Jamaicans go to the polls on Thursday in the third general election in the 15-nation Caribbean trade bloc within the space of a month. Polls show the two major parties in a statistical dead heat as the final hours slip away.

The governing Jamaica Labor Party (JLP) is fighting to ensure that it is not the first party since independence from Britain in 1962 to win just a single term. The major opposition party, the People’s National Party (PNP) of former Prime Minister Portia Simpson-Miller, which ran the country for four consecutive terms before losing to the JLP, is trying to cash in on the gloom over Jamaica’s economic woes, fallout from last year’s urban war between the police, the military and gunmen loyal to a drug don now extradited to the United States and the relative inexperience of new Prime Minister Andrew Holness, 39.
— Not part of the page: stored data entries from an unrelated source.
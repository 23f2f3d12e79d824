# cython: language_level=3, boundscheck=False, wraparound=False, cdivision=True, initializedcheck=False
"""Bayes' rule over a matrix of losses, static and with fixed share."""

from __future__ import annotations

try:  # the compiler wants the plain import; without Cython the shim stands in
    import cython
except ModuleNotFoundError:
    from seqmix.kernels import shim as cython

if cython.compiled:
    from cython.cimports.libc.math import exp, log
else:
    from math import exp, log

LN2 = cython.declare(cython.double, 0.6931471805599453)
FAR = cython.declare(cython.double, 64.0)  # bits behind the best that no sum in double precision can feel


def is_compiled() -> bool:
    """True in the compiled module, False where Python runs this file."""
    return cython.compiled


@cython.cfunc
@cython.nogil
@cython.inline
@cython.exceptval(check=False)
def _mass(bits: cython.double) -> cython.double:
    """2 ** -bits, for bits >= 0."""
    return exp(-bits * LN2) if bits < FAR else 0.0


@cython.cfunc
@cython.nogil
@cython.inline
@cython.exceptval(check=False)
def _weights(
    behind: cython.double[::1],
    kinds: cython.int,
    shares: cython.double[:, ::1],
    camps: cython.double[::1],
    before: cython.double[:, ::1],
    at: cython.Py_ssize_t,
) -> cython.void:
    """before[at] = weight of every model, over all camps."""
    i: cython.Py_ssize_t
    r: cython.Py_ssize_t
    for i in range(behind.shape[0]):
        before[at, i] = _mass(camps[0]) * _mass(behind[i])
        for r in range(kinds):
            before[at, i] += _mass(camps[r + 1]) * shares[r, i]


def update(
    losses: cython.double[:, ::1],
    prior: cython.double[::1],
    kinds: cython.int,
    rates: cython.double[::1],
    behind: cython.double[::1],
    shares: cython.double[:, ::1],
    camps: cython.double[::1],
    chance: cython.double[::1],
    want: cython.int[::1],
    before: cython.double[:, ::1],
    bits: cython.double[::1],
) -> None:
    """Mix a chunk of losses and learn the weights from it.

    losses (n, models): bits, NaN where a model sleeps: it then counts as predicting what the awake ones do,
    so its weight stands still (Freund, Schapire, Singer & Warmuth 1997).
    behind (models,): minus log2 of the weights of static Bayes. shares (rates, models): weights under fixed
    share, which after each row hands `rate` (the first `kinds` of `rates`) of all weight back to `prior`
    (Herbster & Warmuth 1998). camps (1 + rates,): minus log2 of the weights of static Bayes, first, and of each
    rate. chance (models,) is workspace.
    Writes bits (n,), the loss of the mixture, and before[want[t]], the weights before row t.
    """
    models: cython.Py_ssize_t = losses.shape[1]
    t: cython.Py_ssize_t
    i: cython.Py_ssize_t
    r: cython.Py_ssize_t
    best: cython.double  # smallest loss of the row
    joint: cython.double  # smallest weight-and-loss of the row, in bits
    heavy: cython.double  # bits of the heaviest model awake
    total: cython.double
    awake: cython.double
    share: cython.double
    asleep: cython.bint
    with cython.nogil:
        for t in range(losses.shape[0]):
            if want[t] >= 0:
                _weights(behind, kinds, shares, camps, before, want[t])
            best = 1e300
            joint = 1e300
            heavy = 1e300
            asleep = False
            for i in range(models):
                if losses[t, i] != losses[t, i]:
                    asleep = True
                    continue
                best = min(best, losses[t, i])
                joint = min(joint, behind[i] + losses[t, i])
                heavy = min(heavy, behind[i])
            bits[t] = 0.0
            if best == 1e300:
                continue  # nobody is awake
            # static Bayes
            total = 0.0
            awake = 0.0
            for i in range(models):
                chance[i] = -1.0
                if losses[t, i] == losses[t, i]:
                    chance[i] = _mass(losses[t, i] - best)
                    total += _mass(behind[i] + losses[t, i] - joint)
                    if asleep:
                        awake += _mass(behind[i] - heavy)
            share = joint - log(total) / LN2
            if asleep:
                share -= heavy - log(awake) / LN2
            for i in range(models):
                if chance[i] >= 0.0:
                    behind[i] += losses[t, i] - share
            camps[0] += share
            joint = camps[0]
            # fixed share
            for r in range(kinds):
                awake = 0.0
                total = 0.0
                for i in range(models):
                    if chance[i] >= 0.0:
                        awake += shares[r, i]
                        total += shares[r, i] * chance[i]
                share = total / awake
                for i in range(models):
                    if chance[i] >= 0.0:
                        shares[r, i] = shares[r, i] * chance[i] / share
                    shares[r, i] = (1.0 - rates[r]) * shares[r, i] + rates[r] * prior[i]
                camps[r + 1] += best - log(share) / LN2
                joint = min(joint, camps[r + 1])
            # static and switching together
            total = 0.0
            for r in range(kinds + 1):
                total += _mass(camps[r] - joint)
            bits[t] = joint - log(total) / LN2
            for r in range(kinds + 1):
                camps[r] -= bits[t]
Holness became the head of government less than three months ago, following the shock resignation of Bruce Golding, who was pushed out with help from the United States over his alleged closeness to drug don Christopher “Dudus” Coke. Polls commissioned by his own party showed that he had become such a political liability that the JLP would have lost the elections had he remained at the helm.

The military, police and members of other essential services have already voted ahead of the general population to free them for duty on Election Day. Voter turnout is expected to be around 70 percent. Fewer than five seats separated the two parties in the 60-member, now-dissolved parliament.

A poll commissioned by The Gleaner, one of the hemisphere’s oldest newspapers, shows the two parties in a statistical dead heat, with the PNP just nosing ahead of the JLP. But in the seat-by-seat, district-by-district analysis, the JLP has a very slim lead. If it holds, it means that the party could retain power, if just barely.

About 1.6 of the country’s 2.4 million voters are eligible to cast ballots in what is normally a very partisan exercise on the idyllic tourist island made famous by Bob Marley, Peter Tosh, Jimmy Cliff, Blue Mountain Coffee and world champion sprinter Usain Bolt.

The Gleaner poll also showed that 43 of the 60 seats were already decided even before votes have been cast, but whoever wins the majority of the remaining 17 will be declared the winner by late Thursday or early Friday.

The race comes a month after Guyana and St. Lucia made bloc history by calling elections on the very same day, Nov. 28. The governing PPP barely retained power in Guyana, while former Prime Minister Kenneth Anthony has returned to power in St. Lucia after five years on the opposition benches.